1. Network sockets are used to communicate with complex wireless
networks (like bluetooth)

2. Character drivers should be avoided

3. Network interfaces must/should be compatible with corresponding Linux
interfaces.

I think if there are features that you want to implement, you might
first want to look at how those features are implemented in Linux.  That
would be the correct way to proceed.

I fully agree with this.  AF_BLUETOOTH is already in place, but it
only implements "BTPROTO_L2CAP" all of the GATT and
advertising/scanning related functionality is implemented over
"BTPROTO_HCI"


fd = socket(PF_BLUETOOTH, SOCK_RAW | SOCK_CLOEXEC | SOCK_NONBLOCK, BTPROTO_HCI);
addr.hci_family = AF_BLUETOOTH;
addr.hci_dev = dev_id;
addr.hci_channel = HCI_CHANNEL_RAW;

HCI event filters are then controlled via socket options with SOL_HCI
and HCI_FILTER

Most of these are defined in the NuttX bluetooth stack, but they have
not been implemented.
If you bind using HCI_CHANNEL_RAW and not the HCI_CHANNEL_USER the
Linux kernel will take care of some of the GAP related actions, there
is also a management socket that is exposed as well.
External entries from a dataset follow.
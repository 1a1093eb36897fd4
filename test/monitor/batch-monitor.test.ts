import { beforeAll, describe, expect, it } from 'vitest';
import { simulateBatch, simulateReferenceSet, type SimulatedBatch } from '../../simulators/batch.ts';
import { buildMonitoringModel, calibrationDiagnostics, parseMonitoringModel, serializeMonitoringModel, type MonitoringModel } from '../../core/model/monitoring-model.ts';
import { createBatchMonitor, replayBatch } from '../../core/monitor/batch-monitor.ts';
import { compareBatch } from '../../core/compare/compare-batch.ts';
import type { MonitorResult } from '../../core/monitor/types.ts';
import { execFileSync } from 'node:child_process';
import { DRYER_TEST_SETTINGS } from './settings-fixture.ts';

const settings = DRYER_TEST_SETTINGS;

let ref: SimulatedBatch[];
let model: MonitoringModel;
let good: SimulatedBatch;

beforeAll(() => {
  ref = simulateReferenceSet('dryer', 6, 11);
  model = buildMonitoringModel(ref.map((b) => ({ id: b.id, axis: b.axis, times: b.times, spectra: b.spectra, property: b.truth.property.values })), settings);
  good = simulateBatch('dryer', { seed: 777001 });
}, 120_000);

function run(m: MonitoringModel, b: SimulatedBatch): MonitorResult[] {
  const mon = createBatchMonitor(m, b.times[0]);
  return b.spectra.map((s, i) => mon.push(i, b.times[i], s));
}

describe('monitoring model file', () => {
  it('round-trips through the model file with the same hash and identical monitor results', () => {
    const text = serializeMonitoringModel(model);
    const back = parseMonitoringModel(text);
    expect(back.sha256).toBe(model.sha256);
    expect(back.id).toBe(model.id);
    expect(serializeMonitoringModel(back)).toBe(text);
    const a = run(model, good).slice(0, 80);
    const b = run(back, good).slice(0, 80);
    expect(b).toEqual(a);
  });
  it('refuses a tampered or foreign file with a clear error', () => {
    const text = serializeMonitoringModel(model);
    const obj = JSON.parse(text);
    obj.body.limits.t2.value *= 2;
    expect(() => parseMonitoringModel(JSON.stringify(obj))).toThrow(/hash|sha/i);
    expect(() => parseMonitoringModel('not json')).toThrow(/JSON/i);
    const foreign = JSON.parse(text);
    foreign.format = 'something-else';
    expect(() => parseMonitoringModel(JSON.stringify(foreign))).toThrow(/format/i);
  });
  it('builds from minimal settings with the defaults (no property: MBSD endpoint, auto threshold at marked endpoints)', () => {
    const plain = ref.map((b) => ({ id: b.id, axis: b.axis, times: b.times, spectra: b.spectra }));
    // no lab values and no marks: the auto threshold has no endpoint to calibrate at
    expect(() => buildMonitoringModel(plain, { name: 'n', product: 'p', author: 'a', createdAt: 0 })).toThrow(/moving-block SD threshold 'auto' on the reference batches' known endpoints, and \d+ reference batches have none/);
    const marks = ref.map((b) => ({ batch: b.id, index: b.truth.endpointIndex! }));
    const m = buildMonitoringModel(plain, { name: 'n', product: 'p', author: 'a', createdAt: 0, alarms: { onDelay: 2 }, referenceEndpoints: marks });
    expect(m.pca.nComponents).toBe(3);
    expect(m.settings.alarms).toEqual({ onDelay: 2, onWindow: 5, offDelay: 5, deadband: 0.05, limits: 'local', startupMin: 2 });
    expect(m.endpoint.criteria[0]).toMatchObject({ kind: 'mbsd', block: 5 });
    expect(m.pls).toBeUndefined();
    const r = run(m, good);
    // the rule is met and confirmed; this batch carries a standing envelope alarm from early on,
    // so the endpoint is held by it (not done) — and with the alarm hold off it is done
    const held = r.filter((x) => x.endpoint.state === 'held');
    expect(held.length).toBeGreaterThan(0);
    for (const x of held) {
      expect(x.endpoint.holds!.map((h) => h.code)).toEqual(['alarm']);
      expect(x.activeConditions.length).toBeGreaterThan(0);
    }
    expect(r.some((x) => x.endpoint.state === 'done')).toBe(false);
    const open = buildMonitoringModel(plain, { name: 'n', product: 'p', author: 'a', createdAt: 0, alarms: { onDelay: 2 }, referenceEndpoints: marks, endpoint: { criteria: [{ kind: 'mbsd', block: 5, threshold: 'auto' }], combine: 'all', confirm: 3, nearingMin: 5, hold: { alarms: false } } });
    expect(run(open, good).some((x) => x.endpoint.state === 'done')).toBe(true);
    expect(r[0].prediction).toBeNull();
  });
  it("the 'prediction' band uses t(1 − α/(2A); I − 1)·√(1 + 1/I) (t from scipy at test time)", () => {
    const m = buildMonitoringModel(ref.map((b) => ({ id: b.id, axis: b.axis, times: b.times, spectra: b.spectra, property: b.truth.property.values })), { ...settings, envelope: { k: 3, smoothing: 2, points: 60, band: 'prediction' } });
    const want = Number(execFileSync('python3', ['-c', 'from scipy.stats import t; import math; print(float(t.ppf(1 - 0.01 / 6, 5) * math.sqrt(1 + 1 / 6)))']).toString());
    expect(m.envelope.k).toBeCloseTo(want, 8);
  });
  it('names bad build input', () => {
    const rb = ref.map((b) => ({ id: b.id, axis: b.axis, times: b.times, spectra: b.spectra, property: b.truth.property.values }));
    expect(() => buildMonitoringModel(rb.slice(0, 1), settings)).toThrow(/at least 2/);
    expect(() => buildMonitoringModel(rb, { ...settings, confidence: 2 })).toThrow(/confidence/);
    expect(() => buildMonitoringModel([rb[0], { ...rb[1], axis: rb[1].axis.slice(1) }], settings)).toThrow(/wavelengths/);
    expect(() => buildMonitoringModel([rb[0], rb[0]], settings)).toThrow(/twice/);
  });
});

describe('batch monitor', () => {
  it('replaying the stored spectra rebuilds exactly the same results and state', () => {
    const first = run(model, good);
    const { results, monitor } = replayBatch(model, good.times[0], good.spectra.map((values, i) => ({ seq: i, t: good.times[i], values })));
    expect(results).toEqual(first);
    // the rebuilt monitor carries on exactly like an uninterrupted one
    const extraT = good.times[good.times.length - 1] + 10_000;
    const cont = createBatchMonitor(model, good.times[0]);
    good.spectra.forEach((s, i) => cont.push(i, good.times[i], s));
    const last = good.spectra[good.spectra.length - 1];
    expect(monitor.push(good.spectra.length, extraT, last)).toEqual(cont.push(good.spectra.length, extraT, last));
  });
  it('reports progress, envelope, limits and an endpoint on a good batch; signalled only after done', () => {
    const mon = createBatchMonitor(model, good.times[0]);
    expect(mon.markSignalled(good.times[0])).toBeNull();
    const rs = good.spectra.map((s, i) => mon.push(i, good.times[i], s));
    const r = rs[50];
    expect(r.scores).toHaveLength(3);
    expect(r.envelope).toHaveLength(3);
    expect(r.localLimits).not.toBeNull();
    expect(r.progressFraction).toBeGreaterThanOrEqual(0);
    expect(rs[rs.length - 1].progressFraction).toBeGreaterThan(rs[10].progressFraction);
    const done = rs.find((x) => x.endpoint.state === 'done');
    expect(done).toBeDefined();
    expect(done!.events.some((e) => e.type === 'endpoint-state' && e.to === 'done')).toBe(true);
    const ev = mon.markSignalled(good.times[good.times.length - 1] + 1000);
    expect(ev).toMatchObject({ type: 'endpoint-state', from: 'done', to: 'signalled' });
    expect(mon.markSignalled(0)).toBeNull();
  });
  it('contributions sum to T² and Q and carry band assignments', () => {
    const mon = createBatchMonitor(model, good.times[0]);
    const r = mon.push(0, good.times[0], good.spectra[100]);
    const c = mon.contributions(good.spectra[100]);
    expect(c.t2.reduce((s, v) => s + v, 0)).toBeCloseTo(r.t2, 8);
    expect(c.q.reduce((s, v) => s + v, 0)).toBeCloseTo(r.q, 8);
    expect(c.regions.some((x) => x.name.startsWith('water'))).toBe(true);
    expect(c.regions.reduce((s, x) => s + x.q, 0)).toBeCloseTo(r.q, 8);
  });
  it('a wrong-material step raises a confirmed alarm within a few spectra; a single spike is only suspect', () => {
    const bad = simulateBatch('dryer', { seed: 777002, faults: [{ type: 'wrong-material', onsetS: 1200 }] });
    const onset = bad.truth.faults[0].onsetIndex;
    const rs = run(model, bad);
    const first = rs.findIndex((r) => r.conditionChanges.some((c) => c.active));
    expect(first).toBeGreaterThanOrEqual(onset);
    expect(first - onset).toBeLessThanOrEqual(10);
    // one spike: copy a good batch and add an offset to one spectrum
    const spiked = good.spectra.map((s) => Float32Array.from(s));
    for (let j = 0; j < spiked[120].length; j++) spiked[120][j] += 0.3;
    const mon = createBatchMonitor(model, good.times[0]);
    const rr = spiked.map((s, i) => mon.push(i, good.times[i], s));
    expect(rr[120].suspect).toBe(true);
    expect(rr.slice(118, 130).some((r) => r.conditionChanges.some((c) => c.active))).toBe(false);
  });
  it("with alarms.limits 'global' the T²/Q conditions use the global limits and the combined index raises too", () => {
    const m = buildMonitoringModel(ref.map((b) => ({ id: b.id, axis: b.axis, times: b.times, spectra: b.spectra, property: b.truth.property.values })), { ...settings, alarms: { ...settings.alarms, limits: 'global' } });
    const bad = simulateBatch('dryer', { seed: 777002, faults: [{ type: 'wrong-material', onsetS: 1200 }] });
    const changes = run(m, bad).flatMap((r) => r.conditionChanges);
    const q = changes.find((c) => c.key === 'q' && c.active);
    expect(q?.limit).toBe(m.limits.q.value);
    expect(changes.some((c) => c.key === 'combined' && c.active)).toBe(true);
    // per-point limits (the default) never raise a 'combined' condition
    expect(run(model, bad).flatMap((r) => r.conditionChanges).some((c) => c.key === 'combined')).toBe(false);
  });
  it('an envelope alarm stands, never cleared "back within limits", while the batch runs past the golden course; no infinite sd', () => {
    // Time axis: past the shortest reference batches too few golden batches remain to judge the
    // envelope, and past the longest their spread is unknown (one batch, sd 0).
    const timeModel = buildMonitoringModel(
      ref.map((b) => ({ id: b.id, axis: b.axis, times: b.times, spectra: b.spectra, property: b.truth.property.values })),
      { ...settings, progress: { kind: 'time' }, endpoint: { criteria: [{ kind: 'mbsd', block: 5, threshold: 'auto' }], combine: 'any', confirm: 3, nearingMin: 10 } },
    );
    const bad = simulateBatch('dryer', { seed: 777002, faults: [{ type: 'wrong-material', onsetS: 1200 }] });
    const mon = createBatchMonitor(timeModel, bad.times[0]);
    const dt = bad.times[1] - bad.times[0];
    const n = bad.spectra.length;
    // the operator stops late: the last spectrum repeats for 200 more intervals
    const rs = Array.from({ length: n + 200 }, (_, i) => mon.push(i, bad.times[0] + i * dt, bad.spectra[Math.min(i, n - 1)]));
    const k = timeModel.alarmLimits?.envelopeK ?? timeModel.envelope.k;
    const longest = Math.max(...ref.map((b) => (b.times[b.times.length - 1] - b.times[0]) / 60000));
    let raisedLate = 0;
    for (const r of rs) {
      for (const c of r.conditionChanges) {
        expect(c.message).not.toMatch(/Infinity|NaN/);
        if (c.kind !== 'envelope' || c.key === 'pace') continue;
        const e = r.envelope[Number(c.key.slice(2)) - 1];
        // a change happens only on a judged point, and a clear only with the score back near the path
        expect(e.status).not.toBe('unjudged');
        if (!c.active) expect(Math.abs(e.sd!)).toBeLessThan(k);
        else if (r.elapsedMin > 50) raisedLate++;
      }
      for (const e of r.envelope) if (e.sd !== null) expect(Number.isFinite(e.sd)).toBe(true);
    }
    const past = rs.filter((r) => r.elapsedMin > longest + 1);
    expect(past.length).toBeGreaterThan(30);
    for (const r of past) for (const e of r.envelope) expect(e.status).toBe('unjudged');
    // an envelope alarm raised late in the batch is still standing at its end
    expect(raisedLate).toBeGreaterThan(0);
    expect(rs[rs.length - 1].activeConditions.some((key) => key.startsWith('pc'))).toBe(true);
  });
  it('the PC that is the progress indicator is never judged against its own envelope', () => {
    const pc1Model = buildMonitoringModel(ref.map((b) => ({ id: b.id, axis: b.axis, times: b.times, spectra: b.spectra })), { ...settings, property: undefined, progress: { kind: 'indicator', source: 'pc1' }, endpoint: { criteria: [{ kind: 'mbsd', block: 5, threshold: 'auto' }], combine: 'any', confirm: 3, nearingMin: 10 }, referenceEndpoints: ref.map((b) => ({ batch: b.id, index: b.truth.endpointIndex! })) });
    const rs = run(pc1Model, good);
    expect(rs.every((r) => r.envelope[0].status === 'unjudged')).toBe(true);
    expect(rs.some((r) => r.envelope[1].status === 'inside')).toBe(true);
  });
  it('refuses a spectrum of the wrong length, naming the model', () => {
    const mon = createBatchMonitor(model, good.times[0]);
    expect(() => mon.push(0, good.times[0], new Float32Array(5))).toThrow(/5 values.*expects 256/);
  });
});

describe('post-batch comparison and diagnostics', () => {
  it('finds the departure of a faulty batch and the regions behind it', () => {
    // A reference batch with a band added from spectrum 150 on: a Gaussian at 1200 nm (the
    // 'water-1190' region of core/bands), 0.03 absorbance high, 12 nm wide.
    const base = ref[2];
    const onset = 150;
    const spectra = base.spectra.map((s, i) => {
      const x = Float32Array.from(s);
      if (i >= onset) for (let j = 0; j < x.length; j++) x[j] += 0.03 * Math.exp(-0.5 * ((base.axis[j] - 1200) / 12) ** 2);
      return x;
    });
    const cmp = compareBatch(model, { times: base.times, spectra });
    expect(cmp.firstExit).not.toBeNull();
    expect(cmp.firstExit!.index).toBeGreaterThanOrEqual(onset);
    expect(cmp.firstExit!.index - onset).toBeLessThanOrEqual(5);
    expect(cmp.departureWindow!.from).toBe(cmp.firstExit!.index);
    expect(cmp.regions[0].name).toBe('water-1190');
    expect(cmp.topVariables[0].nm).toBeGreaterThan(1170);
    expect(cmp.topVariables[0].nm).toBeLessThan(1230);
    expect(cmp.dtw.path[0]).toEqual([0, 0]);
    expect(cmp.dtw.path[cmp.dtw.path.length - 1]).toEqual([spectra.length - 1, model.envelope.grid.length - 1]);
    expect(cmp.aligned.pcs[0].score).toHaveLength(model.envelope.grid.length);
    const same = compareBatch(model, base);
    expect(same.firstExit).toBeNull();
    // a good batch has no departure window, even with single points outside a 99 % limit
    expect(same.departureWindow).toBeNull();
    expect(same.regions).toEqual([]);
  });
  it('calibration diagnostics for the Model bench', () => {
    const d = calibrationDiagnostics(model);
    expect(d.components).toBe(3);
    expect(d.press.length).toBeGreaterThan(0);
    expect(d.sampleT2).toHaveLength(model.meta.nSpectra);
    expect(d.loadings.pcs).toHaveLength(3);
    expect(d.loadings.axis).toHaveLength(256);
    expect(d.pls?.components).toBe(3);
  });
});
I see that there is an ioctl interface for the bluetooth network
driver, but I don't think this is really a good idea.  GATT is really
something that should be handled in userspace.

I finally have a few weeks off, so I can see about making some HCI
socket progress, going to take a bit to get hardware setup for it
though.

--Brennan


I have been puzzling through the Goobledegook GATT server (GGK, 
https://github.com/moovel/gatt-server fork).  It uses the Bluez D-Bus 
interface.  It is GPLv3 so not a candidate for porting.  And also not 
much use for understanding APIs since the OS interface is hidden inside 
of the Bluez D-Bus interface 
(https://core.docs.ubuntu.com/en/stacks/bluetooth/bluez/docs/reference/dbus-api)


I think there are several of us who would help with clean 
Linux-work-alike Bluetooth support.





Re: defining a BLE GATT server

2020-08-24 Thread Matias N.

> I see that there is an ioctl interface for the bluetooth network
> driver, but I don't think this is really a good idea.  GATT is really
> something that should be handled in userspace.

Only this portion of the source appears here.